For example if you have "Custom inlays" , make sure to have some pictures of the custom inlays you and that they are tagged with a description with similar text "compass rose custom inlay". Besides the technical terms, don't forget location terms. Generally people search for a term appended with their location. Eg. "custom stairs buffalo". 

Now I know that's probably a lot to digest, but understanding how search engines work might help you narrow it down instead of just providing a whole list of words. Think of it like making a legal case for the "word", you want to have a lot of supporting evidence. 

Your web developer should then be qualifying your words or phrases to see what is the most effective from a statistics point of view. Using tools like google ad words, they (and you) can see if the term "carpentry" or "carpenter" is more popular and focus more on that. 

If you ask your web designer how they are going to use the "keywords" you provide them and they say they need them to put in the keywords tag .... fire them!

You can take a look at your competitors pages by right clicking on their page and selecting "view page source" or "view source" or "view code" to see how they have peppered keywords in the various hidden tags.


----------



## pinwheel (Dec 7, 2009)

Philament said:


> If you ask your web designer how they are going to use the "keywords" you provide them and they say they need them to put in the keywords tag .... fire them!


He didn't go into as much detail as you did about why they were important, but more or less he said similar to you, that they would be used in writing content & descriptions. Thank you for the detailed info, that was helpful.


----------



## Philament (Dec 9, 2014)

Hopefully the nerd speak didn't make your eyes glaze over...
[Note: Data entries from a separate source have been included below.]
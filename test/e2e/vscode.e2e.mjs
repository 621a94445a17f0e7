// `npm run test:e2e`: the extension in a real VS Code. Packages the .vsix, installs it into
// code-server (a VS Code build from the npm registry, tools cached by scripts/e2e/setup.sh outside
// the clone), and drives it with playwright-core in Debian's Chromium: open a sample, see the
// squiggle and the problem count, read the hover card's figures, apply the keeper quick fix from
// the light bulb, and see the finding go away. A screenshot of each step goes to test-results/.

import { execFileSync, spawn } from 'node:child_process';
import * as fs from 'node:fs';
import * as net from 'node:net';
import * as os from 'node:os';
import * as path from 'node:path';
import { fileURLToPath } from 'node:url';
import { chromium } from 'playwright-core';

const ROOT = path.resolve(path.dirname(fileURLToPath(import.meta.url)), '..', '..');
const RESULTS = path.join(ROOT, 'test-results');
const SAMPLE = 'tern_domino_adder.sp';
// the precharged node of the AND gate (line 21): a floating-node finding with a sized keeper fix
const NODE_LINE = 21;
const FLOAT_TEXT = 'xp0.dyn floats';

/** Puts the cursor at line:column through Go to Line, and waits until the status bar says so. */
async function goTo(page, line, column) {
  await page.keyboard.press('Control+G');
  const input = page.locator('.quick-input-widget input').filter({ visible: true }).first();
  await input.waitFor();
  // Go to Line is quick input with a ":" prefix; without it the text would be a file search
  await input.fill(`:${line}:${column}`);
  await page.keyboard.press('Enter');
  await page.locator('[id="status.editor.selection"]', { hasText: `Ln ${line}, Col ${column}` }).first().waitFor();
}

function step(msg) {
  console.log(`e2e: ${msg}`);
}

function freePort() {
  return new Promise((resolve, reject) => {
    const s = net.createServer();
    s.listen(0, '127.0.0.1', () => {
      const { port } = s.address();
      s.close(() => resolve(port));
    });
    s.on('error', reject);
  });
}

async function waitForHealth(url, ms) {
  const until = Date.now() + ms;
  while (Date.now() < until) {
    try {
      const r = await fetch(url);
      if (r.ok) return;
    } catch {
      // not up yet
    }
    await new Promise((r) => setTimeout(r, 250));
  }
  throw new Error(`code-server did not answer ${url} within ${ms} ms`);
}

async function main() {
  fs.mkdirSync(RESULTS, { recursive: true });
  step('tools');
  const tools = execFileSync('bash', [path.join(ROOT, 'scripts', 'e2e', 'setup.sh')], { encoding: 'utf8', stdio: ['ignore', 'pipe', 'inherit'] }).trim().split('\n').at(-1);
  const node24 = path.join(tools, 'node24', 'node_modules', 'node', 'bin');
  const codeServer = path.join(tools, 'code-server', 'node_modules', '.bin', 'code-server');
  step('package the .vsix');
  execFileSync('npm', ['run', 'package', '--silent'], { cwd: ROOT, stdio: 'inherit' });

  // everything the run writes lives in one throw-away folder; the samples are copied, not edited
  const run = fs.mkdtempSync(path.join(os.tmpdir(), 'tidemark-e2e-'));
  const userData = path.join(run, 'user');
  const extensions = path.join(run, 'extensions');
  const workspace = path.join(run, 'workspace');
  fs.cpSync(path.join(ROOT, 'samples'), workspace, { recursive: true });
  fs.mkdirSync(path.join(userData, 'User'), { recursive: true });
  fs.writeFileSync(
    path.join(userData, 'User', 'settings.json'),
    JSON.stringify({ 'telemetry.telemetryLevel': 'off', 'workbench.startupEditor': 'none', 'editor.hover.delay': 100, 'workbench.tips.enabled': false, 'extensions.autoUpdate': false, 'security.workspace.trust.enabled': false }),
  );
  const env = {
    ...process.env,
    PATH: `${node24}:${process.env.PATH}`,
    EXTENSIONS_GALLERY: '{}',
    XDG_CONFIG_HOME: path.join(run, 'xdg-config'),
    XDG_DATA_HOME: path.join(run, 'xdg-data'),
    XDG_CACHE_HOME: path.join(run, 'xdg-cache'),
    TMPDIR: path.join(run, 'tmp'),
  };
  for (const d of [env.XDG_CONFIG_HOME, env.XDG_DATA_HOME, env.XDG_CACHE_HOME, env.TMPDIR]) fs.mkdirSync(d, { recursive: true });
  step('install the extension');
  execFileSync(codeServer, ['--install-extension', path.join(ROOT, 'tidemark.vsix'), '--force', '--user-data-dir', userData, '--extensions-dir', extensions], { env, stdio: 'inherit' });

  const port = await freePort();
  step(`start code-server on 127.0.0.1:${port}`);
  const server = spawn(
    codeServer,
    ['--bind-addr', `127.0.0.1:${port}`, '--auth', 'none', '--disable-telemetry', '--disable-update-check', '--disable-workspace-trust', '--disable-getting-started-override', '--ignore-last-opened', '--reconnection-grace-time', '5', '--user-data-dir', userData, '--extensions-dir', extensions, workspace],
    { env, stdio: ['ignore', 'pipe', 'pipe'], detached: true },
  );
  // one log for both streams: neither may end it (the other can still write after its own end),
  // so it is closed once code-server has exited; a logging error never fails the run
  const serverLog = fs.createWriteStream(path.join(RESULTS, 'e2e-code-server.log'));
  serverLog.on('error', (e) => console.error(`e2e: code-server log: ${e.message}`));
  server.stdout.pipe(serverLog, { end: false });
  server.stderr.pipe(serverLog, { end: false });
  const exited = new Promise((resolve) => server.once('close', resolve));
  let context;
  try {
    await waitForHealth(`http://127.0.0.1:${port}/healthz`, 60_000);
    context = await chromium.launchPersistentContext(path.join(run, 'chromium'), {
      executablePath: '/usr/bin/chromium',
      headless: true,
      viewport: { width: 1400, height: 900 },
      args: ['--no-sandbox', '--disable-gpu', '--disable-quic', '--no-first-run', '--disable-background-networking', '--disable-component-update', '--disable-sync'],
    });
    await context.route('**/*', (route) => (new URL(route.request().url()).hostname === '127.0.0.1' ? route.continue() : route.abort()));
    const page = context.pages()[0] ?? (await context.newPage());
    page.setDefaultTimeout(60_000);
    await page.goto(`http://127.0.0.1:${port}/?folder=${encodeURIComponent(workspace)}`);

    step(`open ${SAMPLE}`);
    await page.getByRole('treeitem', { name: SAMPLE }).click();
    await page.locator('.monaco-editor .squiggly-warning, .monaco-editor .squiggly-error').first().waitFor();
    await page.screenshot({ path: path.join(RESULTS, 'e2e-1-squiggles.png') });

    step('problem count');
    const problems = page.locator('[id="status.problems"] [aria-label]').first();
    await page.waitForFunction(() => /[1-9]/.test(document.querySelector('[id="status.problems"] [aria-label]')?.getAttribute('aria-label') ?? ''));
    const before = await problems.getAttribute('aria-label');
    step(`  status bar: ${before}`);
    await page.keyboard.press('Control+Shift+M');
    const row = page.locator('.markers-panel .monaco-list-row', { hasText: FLOAT_TEXT });
    await row.first().waitFor();
    await page.screenshot({ path: path.join(RESULTS, 'e2e-2-problems.png') });

    step('hover card');
    const editor = page.locator('.monaco-editor').first();
    await editor.click();
    const hover = page.locator('.monaco-hover:not(.hidden)').first();
    // a hover shown before the server's card arrived stays without it (seen once in a busy CI
    // run): shown again, up to three times, and each retry is printed so a pattern would show
    for (let attempt = 1; ; attempt++) {
      await goTo(page, NODE_LINE, 6);
      await page.keyboard.press('Control+K');
      await page.keyboard.press('Control+I');
      try {
        await page.waitForFunction(() => [...document.querySelectorAll('.monaco-hover:not(.hidden)')].some((h) => !/Loading/.test(h.textContent ?? '') && /Capacitance/.test(h.textContent ?? '')), undefined, { timeout: 15_000 });
        break;
      } catch (e) {
        if (attempt === 3) throw e;
        step(`  no card in the hover after 15 s (attempt ${attempt}); showing it again`);
        await page.keyboard.press('Escape');
      }
    }
    const card = await hover.textContent();
    for (const want of [/xp0\.dyn/, /Capacitance\s*[\d.]+\s*[afp]F/, /\d+ C/, /budget/, /not sign-off/]) if (!want.test(card)) throw new Error(`hover card lacks ${want}: ${card}`);
    step(`  hover: ${card.slice(0, 160).replace(/\s+/g, ' ')}...`);
    await page.screenshot({ path: path.join(RESULTS, 'e2e-3-hover.png') });
    await page.keyboard.press('Escape');

    step('keeper quick fix from the light bulb');
    // back to the node's name with the editor focused: the light bulb shows for the cursor
    await page.keyboard.press('Escape');
    await page.locator('.view-line', { hasText: 'Mna dyn a n1' }).first().click();
    await goTo(page, NODE_LINE, 6);
    // the light bulb in the gutter beside the line (its icon name varies with the build)
    const bulb = page.locator('.monaco-editor [class*="codicon-gutter-lightbulb"], .monaco-editor .lightBulbWidget .codicon').filter({ visible: true }).first();
    const keeper = page.locator('.action-widget .monaco-list-row', { hasText: 'Insert a keeper' }).first();
    // a hover card left over the line can swallow the click (seen once in a few dozen runs): the
    // mouse leaves the text first, and the bulb is clicked again if its menu did not open
    for (let attempt = 1; ; attempt++) {
      await page.mouse.move(0, 0);
      await bulb.waitFor();
      await bulb.click();
      const opened = await keeper.waitFor({ timeout: 15_000 }).then(() => true, () => false);
      if (opened) break;
      if (attempt === 3) throw new Error('the light bulb menu did not open with the keeper fix');
      await page.keyboard.press('Escape');
    }
    await page.screenshot({ path: path.join(RESULTS, 'e2e-4-lightbulb.png') });
    await keeper.click();
    await page.locator('.view-line', { hasText: 'Mkeep_dyn' }).first().waitFor();
    // the floating-node finding of the node goes away (the keeper may now be reported as too weak
    // for the node's charge sharing, which is a different finding)
    await row.first().waitFor({ state: 'detached' });
    await page.locator('.markers-panel .monaco-list-row', { hasText: 'xp0.dyn' }).first().waitFor();
    const after = await problems.getAttribute('aria-label');
    step(`  status bar after the fix: ${after}`);
    await page.screenshot({ path: path.join(RESULTS, 'e2e-5-fixed.png') });
    step('passed');
  } catch (e) {
    const page = context?.pages()[0];
    if (page) {
      await page.screenshot({ path: path.join(RESULTS, 'e2e-failure.png') }).catch(() => {});
      const hoverText = await page.locator('.monaco-hover').allTextContents().catch(() => []);
      console.error(`e2e: hovers on screen: ${JSON.stringify(hoverText).slice(0, 300)}`);
      const bulbs = await page.locator('[class*="bulb"]').evaluateAll((els) => els.map((e) => `${e.tagName}.${e.className} visible=${e.getBoundingClientRect().width > 0}`)).catch(() => []);
      console.error(`e2e: bulb elements: ${JSON.stringify(bulbs)}`);
    }
    throw e;
  } finally {
    await context?.close();
    try {
      process.kill(-server.pid, 'SIGTERM');
    } catch {
      // already gone
    }
    await Promise.race([exited, new Promise((resolve) => setTimeout(resolve, 10_000))]);
    serverLog.end();
    fs.rmSync(run, { recursive: true, force: true });
  }
}

main().catch((e) => {
  console.error(`e2e: FAILED: ${e.stack ?? e}`);
  process.exit(1);
});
It would probably be most beneficial to start by quantify the type of customer you are trying to attract with your page if you haven't already. If your target customer is very discerning, you might want to focus on period terms like "shaker" instead of "rustic"....but if you're trying to stay away from those people because they're a pain in the @ss to deal with, then do the opposite. Similarly with your products, if your target customer is focused on fast turn around, emphasize that you use UV cured finishes. Likewise with low/no VOC finishes, you could pepper that throughout the different sections of your page. 

Because we don't know your business (or at least I don't) or your target client it would be pretty difficult to provide you with specific words or phrases that would be actually of value to your company. I don't want you to take this that you asked a bad question, just that, as Texas Wax alluded to, this is part of your marketing plan which only you know. Providing some of that information might help in getting better feedback.


----------



## pinwheel (Dec 7, 2009)

You're actually dumbing it down pretty well for me to understand. I really appreciate the straight, simple talk. It helps a lot.

I know this is gonna sound wrong, but we're really not wanting a website that generates a lot of new traffic.

We struggle to keep up with the work generated by word of mouth of past clients & networking with other local businesses. I mainly just want a site that I can refer people to show them examples of our past work during the selling/design portion of the project. I'm scared to death the site is going to be too successful.


----------



## Philament (Dec 9, 2014)

I want to have your problem 

In that case, put all your keywords in the 
<meta name="kewords" content="
tag .... nobody will find you then...and do the exact opposite of what I said. LOL!

Put your phone number and location in a picture instead of text.... it will make it harder for people to reach you when searching on mobile.


----------



## EthanB (Sep 28, 2011)

#1Painters put some good info out there but I disagree about asking you to supply keywords.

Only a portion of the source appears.